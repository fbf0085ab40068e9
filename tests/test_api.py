"""The public API: exported names resolve lazily, and run() does the whole job."""

from __future__ import annotations

import subprocess
import sys

import drift


def test_exported_names_resolve():
    for name in drift.__all__:
        assert getattr(drift, name) is not None, name


def test_import_is_light():
    code = "import sys, drift; print([m for m in ('pandas', 'numpy', 'sklearn') if m in sys.modules])"
    out = subprocess.run([sys.executable, "-c", code], capture_output=True, text=True, check=True)
    assert out.stdout.strip() == "[]"


def test_errors_share_one_base():
    for name in ("InputError", "ConfigError", "ModelFileError", "NotFittedError"):
        assert issubclass(getattr(drift, name), drift.DriftError)
    for name in ("DataQualityWarning", "ModelQualityWarning"):
        assert issubclass(getattr(drift, name), drift.DriftWarning)


def test_run_returns_the_analysis_and_writes(tmp_path):
    from conftest import DEMO

    analysis = drift.run(DEMO, tmp_path / "out", drift.Config(roles=4, components=3,
                                                             reference=("2023-24", "2024-25")))
    assert (tmp_path / "out" / "report.html").exists()
    assert len(analysis.model.role_ids_) == 4 and len(analysis.placements) > 1500


def test_fitting_and_placing_run_the_math_libraries_on_one_thread(demo_prepared, monkeypatch):
    # the last digits of K-means and BLAS sums depend on the thread count; one thread makes
    # outputs byte-identical across machines (README, "Outputs")
    from threadpoolctl import threadpool_info, threadpool_limits

    from drift import api
    from drift.model import RoleModel

    seen = []
    real_fit = RoleModel.fit

    def spy(self, *args, **kwargs):
        seen.append({pool["num_threads"] for pool in threadpool_info()})
        return real_fit(self, *args, **kwargs)

    monkeypatch.setattr(RoleModel, "fit", spy)
    with threadpool_limits(limits=2):
        api.fit_model(demo_prepared, api.Config(roles=3, components=3, reference=("2024-25",)))
    assert seen == [{1}]


def test_an_analysis_shows_roles_changes_and_warnings_briefly(demo_analysis):
    import dataclasses

    analysis = demo_analysis
    lines = repr(analysis).splitlines()
    assert lines[0] == f"Analysis: {analysis.summary()}" and len(lines) == 3  # not a dump of its tables
    placed = analysis.placements["role"].value_counts()
    page = analysis._repr_html_()
    for rid, name in zip(analysis.model.role_ids_, analysis.model.role_names_):
        assert f"{rid} {name} ({placed[rid]:,})" in lines[1]
        assert f">{name}</td>" in page
    assert f"Role changes beyond noise: {analysis.n_changed:,} (the 8 largest by z)" in page
    changed = analysis.moves[analysis.moves["status"] == "changed"].sort_values("z", ascending=False)
    first = changed.iloc[0]
    assert page.index(f">{first['player']}</td>") < page.index(f">{changed.iloc[7]['player']}</td>")
    assert f"{first['z']:.1f}" in page
    # a hostile player name is shown as text, never as markup
    moves = analysis.moves.copy()
    moves.loc[changed.index[0], "player"] = "<img src=x onerror=alert(1)>"
    hostile = dataclasses.replace(analysis, moves=moves)._repr_html_()
    assert "<img" not in hostile and "&lt;img src=x onerror=alert(1)&gt;" in hostile


def test_analysis_warnings_gather_weak_roles_filled_values_and_intake_notes(demo_analysis):
    import dataclasses

    import pandas as pd

    prepared = demo_analysis.prepared
    missing = pd.DataFrame([{"feature": "usage_pct", "family": "rate", "missing": 3, "action": "pool mean"}])
    reading = dataclasses.replace(prepared.reading, notes=tuple(f"note {i}" for i in range(7)))
    changed = dataclasses.replace(demo_analysis, prepared=dataclasses.replace(prepared, missing=missing,
                                                                              reading=reading))
    assert changed.warnings == ("usage_pct: 3 missing value(s) set to the pool mean", "note 0", "note 1",
                                "note 2", "note 3", "note 4", "... and 2 more intake notes")
    assert repr(changed).splitlines()[2] == "  warnings: 7, the first: usage_pct: 3 missing value(s) set to the pool mean"
    assert "<li>note 4</li><li>... and 2 more intake notes</li>" in changed._repr_html_()
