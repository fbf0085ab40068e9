"""What intake understood: per-column summary, features.csv's reading columns, warnings."""

from __future__ import annotations

import pandas as pd
import pytest

from drift.errors import DataQualityWarning
from drift.intake._column_table import emit_notes


def test_features_csv_says_family_play_type_unit_and_rule(demo_prepared, demo_model):
    table = demo_prepared.reading.feature_table(demo_model.noise_).set_index("feature")
    assert list(table.columns[:5]) == ["family", "play_type", "unit", "source_column", "detected_by"]
    assert table.loc["share_isolation", ["family", "play_type", "unit"]].tolist() == ["share", "isolation", "fraction"]
    assert table.loc["ppp_cut", "unit"] == "points per possession"
    assert table.loc["usage_pct", "unit"] == "percent" and table.loc["ts_pct", "unit"] == "fraction"
    assert table.loc["share_cut", "detected_by"] == "name pattern 'share_<type>'"
    assert len(table) == len(demo_model.features_) and table["signal_share"].notna().all()


def test_summary_has_one_row_per_column_and_reading(demo_prepared):
    summary = demo_prepared.reading.summary()
    assert summary["column"].is_unique and (summary["files"] == 6).all()
    assert summary["role"].iloc[0] == "standard"


def test_notes_are_warned_once_per_kind_with_their_files():
    columns = pd.DataFrame({"column": ["x"], "role": ["feature"], "how": ["name"]})
    notes = [("a.csv", "minutes per game, multiplied by games to season totals"),
             ("b.csv", "minutes per game, multiplied by games to season totals")]
    with pytest.warns(DataQualityWarning) as record:
        emit_notes(notes, columns)
    assert [str(w.message) for w in record] == [
        "minutes per game, multiplied by games to season totals (a.csv, b.csv)"]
═══
## BRIEF
Keeping each line exactly as it is, retype all of the data.

## RESULT BELOW
repository fbf0085ab40068e9
filename tests/test_api.py
"""The public API: exported names resolve lazily, and run() does the whole job."""

from __future__ import annotations

import subprocess
import sys

import drift


def test_exported_names_resolve():
    for name in drift.__all__:
        assert getattr(drift, name) is not None, name


def test_import_is_light():
    code = "import sys, drift; print([m for m in ('pandas', 'numpy', 'sklearn') if m in sys.modules])"
    out = subprocess.run([sys.executable, "-c", code], capture_output=True, text=True, check=True)
    assert out.stdout.strip() == "[]"


def test_errors_share_one_base():
    for name in ("InputError", "ConfigError", "ModelFileError", "NotFittedError"):
        assert issubclass(getattr(drift, name), drift.DriftError)
    for name in ("DataQualityWarning", "ModelQualityWarning"):
        assert issubclass(getattr(drift, name), drift.DriftWarning)


def test_run_returns_the_analysis_and_writes(tmp_path):
    from conftest import DEMO

    analysis = drift.run(DEMO, tmp_path / "out", drift.Config(roles=4, components=3,
                                                             reference=("2023-24", "2024-25")))
    assert (tmp_path / "out" / "report.html").exists()
    assert len(analysis.model.role_ids_) == 4 and len(analysis.placements) > 1500


def test_fitting_and_placing_run_the_math_libraries_on_one_thread(demo_prepared, monkeypatch):
    # the last digits of K-means and BLAS sums depend on the thread count; one thread makes
    # outputs byte-identical across machines (README, "Outputs")
    from threadpoolctl import threadpool_info, threadpool_limits

    from drift import api
    from drift.model import RoleModel

    seen = []
    real_fit = RoleModel.fit

    def spy(self, *args, **kwargs):
        seen.append({pool["num_threads"] for pool in threadpool_info()})
        return real_fit(self, *args, **kwargs)

    monkeypatch.setattr(RoleModel, "fit", spy)
    with threadpool_limits(limits=2):
        api.fit_model(demo_prepared, api.Config(roles=3, components=3, reference=("2024-25",)))
    assert seen == [{1}]


def test_an_analysis_shows_roles_changes_and_warnings_briefly(demo_analysis):
    import dataclasses

    analysis = demo_analysis
    lines = repr(analysis).splitlines()
    assert lines[0] == f"Analysis: {analysis.summary()}" and len(lines) == 3  # not a dump of its tables
    placed = analysis.placements["role"].value_counts()
    page = analysis._repr_html_()
    for rid, name in zip(analysis.model.role_ids_, analysis.model.role_names_):
        assert f"{rid} {name} ({placed[rid]:,})" in lines[1]
        assert f">{name}</td>" in page
    assert f"Role changes beyond noise: {analysis.n_changed:,} (the 8 largest by z)" in page
    changed = analysis.moves[analysis.moves["status"] == "changed"].sort_values("z", ascending=False)
    first = changed.iloc[0]
    assert page.index(f">{first['player']}</td>") < page.index(f">{changed.iloc[7]['player']}</td>")
    assert f"{first['z']:.1f}" in page
    # a hostile player name is shown as text, never as markup
    moves = analysis.moves.copy()
    moves.loc[changed.index[0], "player"] = "<img src=x onerror=alert(1)>"
    hostile = dataclasses.replace(analysis, moves=moves)._repr_html_()
    assert "<img" not in hostile and "&lt;img src=x onerror=alert(1)&gt;" in hostile


def test_analysis_warnings_gather_weak_roles_filled_values_and_intake_notes(demo_analysis):
    import dataclasses

    import pandas as pd

    prepared = demo_analysis.prepared
    missing = pd.DataFrame([{"feature": "usage_pct", "family": "rate", "missing": 3, "action": "pool mean"}])
    reading = dataclasses.replace(prepared.reading, notes=tuple(f"note {i}" for i in range(7)))
    changed = dataclasses.replace(demo_analysis, prepared=dataclasses.replace(prepared, missing=missing,
                                                                              reading=reading))
    assert changed.warnings == ("usage_pct: 3 missing value(s) set to the pool mean", "note 0", "note 1",
                                "note 2", "note 3", "note 4", "... and 2 more intake notes")
    assert repr(changed).splitlines()[2] == "  warnings: 7, the first: usage_pct: 3 missing value(s) set to the pool mean"
    assert "<li>note 4</li><li>... and 2 more intake notes</li>" in changed._repr_html_()
repository fbf0085ab40068e9
"""What intake understood: per-column summary, features.csv's reading columns, warnings."""

from __future__ import annotations

import pandas as pd
import pytest

from drift.errors import DataQualityWarning
from drift.intake._column_table import emit_notes


def test_features_csv_says_family_play_type_unit_and_rule(demo_prepared, demo_model):
    table = demo_prepared.reading.feature_table(demo_model.noise_).set_index("feature")
    assert list(table.columns[:5]) == ["family", "play_type", "unit", "source_column", "detected_by"]
    assert table.loc["share_isolation", ["family", "play_type", "unit"]].tolist() == ["share", "isolation", "fraction"]
    assert table.loc["ppp_cut", "unit"] == "points per possession"
    assert table.loc["usage_pct", "unit"] == "percent" and table.loc["ts_pct", "unit"] == "fraction"
    assert table.loc["share_cut", "detected_by"] == "name pattern 'share_<type>'"
    assert len(table) == len(demo_model.features_) and table["signal_share"].notna().all()


def test_summary_has_one_row_per_column_and_reading(demo_prepared):
    summary = demo_prepared.reading.summary()
    assert summary["column"].is_unique and (summary["files"] == 6).all()
    assert summary["role"].iloc[0] == "standard"


def test_notes_are_warned_once_per_kind_with_their_files():
    columns = pd.DataFrame({"column": ["x"], "role": ["feature"], "how": ["name"]})
    notes = [("a.csv", "minutes per game, multiplied by games to season totals"),
             ("b.csv", "minutes per game, multiplied by games to season totals")]
    with pytest.warns(DataQualityWarning) as record:
        emit_notes(notes, columns)
    assert [str(w.message) for w in record] == [
        "minutes per game, multiplied by games to season totals (a.csv, b.csv)"]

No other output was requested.